[Start of section]
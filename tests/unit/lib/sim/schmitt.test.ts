import { describe, expect, it } from "vitest";
import { runTran } from "./helpers";

describe("regenerative switching: op-amp Schmitt trigger", () => {
  // Non-inverting feedback R1 = 10 kΩ (to ground), R2 = 30 kΩ (from the output); output saturates at ±11 V
  // (±12 V rails, 1 V swing limits). Thresholds: ±Vsat·R1/(R1 + R2) = ±2.75 V (comparator with hysteresis,
  // e.g. Sedra & Smith, "bistable multivibrators").
  const r = runTran({
    elements: [
      { kind: "vsource", name: "Vp", nodes: ["vcc", "0"], dc: 12 },
      { kind: "vsource", name: "Vn", nodes: ["vee", "0"], dc: -12 },
      { kind: "vsource", name: "Vin", nodes: ["in", "0"], wave: { shape: "sine", amplitude: 5, freq: 1e3 } },
      { kind: "opamp", name: "U1", nodes: ["fb", "in", "out", "vcc", "vee"], model: { Aol: 1e5, GBW: 1e6, swingHigh: 1, swingLow: 1, slewRate: 10e6 } },
      { kind: "resistor", name: "R1", nodes: ["fb", "0"], value: 10e3 },
      { kind: "resistor", name: "R2", nodes: ["out", "fb"], value: 30e3 },
    ],
    analysis: { kind: "tran", tStop: 3e-3 },
  });

  it("saturates at the swing limits", () => {
    let lo = Infinity, hi = -Infinity;
    for (const v of r.nodes.out) { lo = Math.min(lo, v); hi = Math.max(hi, v); }
    expect(hi).toBeCloseTo(11, 1);
    expect(lo).toBeCloseTo(-11, 1);
  });

  it("leaves each rail when the input crosses ±2.75 V (the output starts to move within 0.1 V of input travel)", () => {
    const starts: number[] = [];
    for (let i = 1; i < r.time.length; i++) {
      const a = r.nodes.out[i - 1], b = r.nodes.out[i];
      if (a > 10.5 && b <= 10.5 && r.time[i] > 1e-4) starts.push(r.nodes.in[i]);
      if (a < -10.5 && b >= -10.5 && r.time[i] > 1e-4) starts.push(r.nodes.in[i]);
    }
    expect(starts.length).toBeGreaterThanOrEqual(5);
    for (const v of starts) {
      expect(Math.abs(v)).toBeGreaterThan(2.75);
      expect(Math.abs(v)).toBeLessThan(2.85);
    }
  });
});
[End of section]
§ Instructions for the task: Reproduce each line of the material in which the string "output" occurs.

§ Answer for the task:
  // Non-inverting feedback R1 = 10 kΩ (to ground), R2 = 30 kΩ (from the output); output saturates at ±11 V
  it("leaves each rail when the input crosses ±2.75 V (the output starts to move within 0.1 V of input travel)", () => {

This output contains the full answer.